How Do Inaccurate Inventory Records Erode Operational Efficiency?

By Herb Billings
July 14, 2020

Retailers – do your omnichannel strategies suffer from inaccurate inventory records?  Of course they do, and the increasing importance of BOPIS, click & collect, curbside pickup, “retail-to-go” and ship-from-store make inventory record accuracy an important cornerstone for omnichannel success.

Inaccurate inventory records are a significant drain on operational efficiency!

In a previous article we found that truing up your inventory records with more frequent counts boosts your sales.  An equally important benefit of accurate inventory records is efficient operations.  We were first alerted to this by one of our clients who told us “our stores are much happier in the weeks immediately following a physical inventory.”  This observation was all about omnichannel fulfillment, but the impacts go much deeper.

Shortages

A shortage occurs when an item’s actual count in the store is lower than the system’s inventory record.  Shortages often result in late replenishment orders which lead to unknown out-of-stocks (see “How Do Inaccurate Inventory Records Cause Lost Sales?”).

The item’s “unknown” out-of-stock condition persists until a customer attempts to purchase the item through a digital sales channel.

Late replenishment order graph

The negative effects of shortages on operations are clear to see.

BOPIS / Click & Collet
  • The order is allowed because the store’s inventory record shows positive units
  • A fulfillment specialist wastes time looking for the item
  • In many cases, a second (or even a third!) employee wastes time looking for the item
  • A store manager or assistant must then cancel the order and initiate a refund
  • This likely results in an unsatisfied customer jeopardizing future sales
  • Somebody must adjust the inventory record for that item
Ship-From-Store diagram
  • The order is allowed because at least one store’s inventory record shows positive units
  • The system sends the order to the store that is most likely to have the item
  • A fulfillment specialist wastes time looking for the item
  • In many cases, a second (or even a third) employee wastes time looking for the item
  • Somebody must update the fulfillment status so the order can move to the next store
  • Somebody must adjust the inventory record for that item
  • If the order is not found in any store, a store manager or assistant must cancel the order and initiate a refund, or redirect it to a DC resulting in additional cost and unnecessary delay to fulfil the order.
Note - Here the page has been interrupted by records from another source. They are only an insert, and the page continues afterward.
import { describe, expect, it } from 'vitest';
import { generalizedChebyshev, scatteringAt } from '../../src/index.js';
import { placeZerosForLobes } from '../../src/proposal/index.js';
import { seeded } from '../support/random.js';
import { goldenMinimum } from './sampled-margin.js';

describe('placeZerosForLobes', () => {
  // R. J. Cameron, General coupling matrix synthesis methods for Chebyshev filtering functions, 1999 (from memory): the two
  // worked examples, zeros printed to four decimals.
  it.each([
    [{ order: 4, returnLossDb: 22, above: [30, 30] }, [1.3217, 1.8082]],
    [{ order: 8, returnLossDb: 23, above: [40, 40], below: [40] }, [-1.3553, 1.1093, 1.218]],
  ] as const)('gives the published zeros of %j', (request, printed) => {
    const zeros = placeZerosForLobes(request);
    printed.forEach((zero, n) => {
      expect(Math.abs((zeros[n] as number) - zero)).toBeLessThanOrEqual(0.5e-4);
    });
  });

  it('gives lobes whose lowest points on the synthesized response have the levels asked for, 300 random ones', () => {
    const random = seeded(4);
    let worst = 0;
    for (let n = 0; n < 300; n++) {
      const order = 2 + Math.floor(10 * random());
      const count = 1 + Math.floor((order - 1) * random());
      const split = Math.floor((count + 1) * random());
      const level = (): number => 15 + 45 * random();
      const above = Array.from({ length: split }, level);
      const below = Array.from({ length: count - split }, level);
      const zeros = placeZerosForLobes({ order, returnLossDb: 20, above, below });
      const found = lobeLevels(order, zeros);
      expect(found.above).toHaveLength(above.length);
      above.forEach((wanted, k) => {
        worst = Math.max(worst, Math.abs(wanted - (found.above[k] as number)));
      });
      below.forEach((wanted, k) => {
        worst = Math.max(worst, Math.abs(wanted - (found.below[k] as number)));
      });
    }
    // The scan below refines a sampled minimum by golden sections: 1e-7 dB is its own reach.
    expect(worst).toBeLessThan(1e-6);
  });

  it.each([
    [{ order: 2, returnLossDb: 20, above: [30, 30] }, 'E_ZERO_COUNT'],
    [{ order: 4, returnLossDb: 20, above: [0.01] }, 'E_MASK'],
    [{ order: 4, returnLossDb: 20, above: [Number.NaN] }, 'E_MASK'],
    [{ order: 4, returnLossDb: 20, below: 30 }, 'E_TYPE'],
    [{ order: 0, returnLossDb: 20 }, 'E_ORDER_RANGE'],
    [null, 'E_TYPE'],
  ])('refuses %j', (request, code) => {
    expect(() => placeZerosForLobes(request as never)).toThrow(expect.objectContaining({ code }));
  });
});

/** Lowest rejection between neighboring zeros and out to infinity, from the band outward, by the polynomials. */
function lobeLevels(order: number, zeros: readonly number[]): { above: number[]; below: number[] } {
  const response = generalizedChebyshev({ order, returnLossDb: 20, transmissionZeros: zeros });
  const rejection = (omega: number): number => {
    const { s21 } = scatteringAt(response, omega);
    return -20 * Math.log10(Math.hypot(s21.re, s21.im));
  };
  const side = (sign: 1 | -1): number[] => {
    const own = zeros
      .filter((zero) => zero * sign > 0)
      .map(Math.abs)
      .sort((a, b) => a - b);
    // Reciprocals make the lobe to infinity an interval like the others.
    return own.map((zero, k) =>
      goldenMinimum((x) => rejection(sign / x), 1 / (own[k + 1] ?? Number.POSITIVE_INFINITY), 1 / zero),
    );
  };
  return { above: side(1), below: side(-1) };
}
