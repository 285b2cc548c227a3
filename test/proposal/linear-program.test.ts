import { describe, expect, it } from 'vitest';
import { bestStep } from '../../src/proposal/loss/linear-program.js';
import { seeded } from '../support/random.js';

describe('bestStep', () => {
  it('is optimal by duality on 500 random programs', () => {
    const random = seeded(3);
    for (let n = 0; n < 500; n++) {
      const unknowns = 1 + Math.floor(7 * random());
      const count = 1 + Math.floor(20 * random());
      const values = Array.from({ length: count }, () => 20 * random());
      const gradients = values.map(() => Array.from({ length: unknowns }, () => 400 * (random() - 0.5)));
      const radius = 10 ** (-4 * random());
      const { step, smallest, weights } = bestStep({ values, gradients }, radius);
      const scale = 1e-9 * (20 + 400 * radius * unknowns);
      // The step is allowed, and reaches what it promises.
      expect(Math.max(...step.map(Math.abs))).toBeLessThanOrEqual(radius * (1 + 1e-9));
      const reached = values.map((value, k) => value + gradients[k]!.reduce((sum, g, j) => sum + g * step[j]!, 0));
      expect(Math.abs(Math.min(...reached) - smallest)).toBeLessThanOrEqual(scale);
      // Weak duality: any weights >= 0 of sum 1 bound every step by this; equality proves the optimum.
      expect(Math.min(...weights)).toBeGreaterThanOrEqual(-1e-9);
      expect(weights.reduce((sum, weight) => sum + weight, 0)).toBeCloseTo(1, 9);
      const mean = weights.reduce((sum, weight, k) => sum + weight * values[k]!, 0);
      const pull = step.map((_, j) => weights.reduce((sum, weight, k) => sum + weight * gradients[k]![j]!, 0));
      const bound = mean + radius * pull.reduce((sum, each) => sum + Math.abs(each), 0);
      expect(Math.abs(bound - smallest)).toBeLessThanOrEqual(scale);
    }
  });

  it('ends on a degenerate program: equal rows', () => {
    const { smallest } = bestStep(
      {
        values: [1, 1, 1, 1],
        gradients: [
          [1, 0],
          [1, 0],
          [-1, 0],
          [-1, 0],
        ],
      },
      0.5,
    );
    expect(smallest).toBeCloseTo(1, 12);
  });
});
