import { bandFromEdges, type MaskLine, omegaFromHz } from '../../src/index.js';
import type { ProposeRequest, RejectionPiece } from '../../src/proposal/index.js';

/** An invented filter: passband edges and rejection lines in MHz, `[from, to, dB]`, undefined for an open end. */
interface InventedMask {
  readonly edges: readonly [number, number];
  readonly returnLossDb: number;
  readonly lines: readonly (readonly [number | undefined, number | undefined, number])[];
}

const MHZ = 1e6;

/** A narrow channel, a front end with a blocker above, a base-station band, a cryogenic filter, a diplexer arm. */
export const MASKS = {
  channel: {
    edges: [3822, 3858],
    returnLossDb: 22,
    lines: [
      [undefined, 3816, 24],
      [3864, undefined, 24],
      [undefined, 3812, 34],
      [3868, undefined, 34],
    ],
  },
  frontEnd: {
    edges: [2516, 2558],
    returnLossDb: 20,
    lines: [
      [2563, 2600, 30],
      [2600, 2700, 42],
      [undefined, 2480, 25],
      [undefined, 2490, 19],
    ],
  },
  baseStation: {
    edges: [1850, 1910],
    returnLossDb: 21,
    lines: [
      [undefined, 1840, 32],
      [1915, undefined, 30],
      [1916, undefined, 38],
    ],
  },
  cryogenic: {
    edges: [1942.5, 1957.5],
    returnLossDb: 22,
    lines: [
      [undefined, 1942, 40],
      [1958, undefined, 40],
      [undefined, 1941.5, 52],
      [1958.5, undefined, 52],
      [undefined, 1938, 75],
      [1962, undefined, 75],
    ],
  },
  diplexer: {
    edges: [2304, 2346],
    returnLossDb: 22,
    lines: [
      [2357, 2397, 80],
      [undefined, 2290, 20],
    ],
  },
} as const satisfies Record<string, InventedMask>;

export type MaskName = keyof typeof MASKS;

/** The mask as lines in hertz. */
export function maskLines(name: MaskName): readonly MaskLine[] {
  const lines: InventedMask['lines'] = MASKS[name].lines;
  return lines.map(([from, to, rejectionDb]) => ({
    ...(from === undefined ? {} : { fromHz: from * MHZ }),
    ...(to === undefined ? {} : { toHz: to * MHZ }),
    rejectionDb,
  }));
}

/** A request for a proposal. */
export function requestFor(name: MaskName, change: Partial<ProposeRequest> = {}): ProposeRequest {
  const { edges, returnLossDb } = MASKS[name];
  const passband = { lowerHz: edges[0] * MHZ, upperHz: edges[1] * MHZ };
  return { passband, returnLossDb, mask: maskLines(name), ...change };
}

/** The mask as normalized pieces. */
export function piecesFor(name: MaskName): readonly RejectionPiece[] {
  const [lower, upper] = MASKS[name].edges;
  const band = bandFromEdges(lower * MHZ, upper * MHZ);
  const lines: InventedMask['lines'] = MASKS[name].lines;
  return lines.map(([from, to, rejectionDb]) => ({
    ...(from === undefined ? {} : { fromOmega: omegaFromHz(band, from * MHZ) }),
    ...(to === undefined ? {} : { toOmega: omegaFromHz(band, to * MHZ) }),
    rejectionDb,
  }));
}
Our clients also report lower morale for omnichannel fulfillment specialists as their out-of-stock orders increase.  Remember that inventory record accuracy degrades over time (see “Inventory Accuracy % Is Not Enough”).  Order fulfillment is generally much more successful immediately following a count than it is in the weeks leading up to the next count.

Typically retailers implement safety stock levels to avoid unknown out-of-stock conditions.  This prevents items from being sold through digital channels when the inventory record shows units below the safety stock threshold.  It reduces the likelihood of unknown out-of-stocks with a costly increase in inventory levels.  This amounts to throwing money at the problem, which could result in overstocks and future markdowns.

It’s important to note that shortages are only found and corrected when an order is placed for an unknown out-of-stock item, or when the store is supposed to count the item in a cycle count, category count or a full physical inventory.

Overages

Shortages are often the most analyzed and talked about example of inaccurate inventory records, but overages also exact a toll on operational efficiency.

An overage occurs when an item’s actual count in the store is higher than the system’s inventory record.  Overages often result in premature replenishment orders, meaning higher inventory levels and the potential for future markdowns if the items are not sold by the end of the season.

Overages are only found and corrected by a cycle count, category count or a full physical inventory.

Early Replenishment Order graph

Conclusion

Inaccurate inventory records cause wasted labor, employee dissatisfaction, increased inventory costs, dissatisfied customers who are unlikely to return, and of course, lost sales.  It is perhaps surprising that both shortages and overages result in increased inventory levels. 

Omnichannel retailers must maintain accurate inventory records to execute efficiently, reduce expenses, and increase sales.

Conducting inventory counts is the only way to true up inventory records.  The investment in counting targeted inventory more frequently is easily returned by not only the operational expense reduction resulting from more accurate inventory records but also increased sales.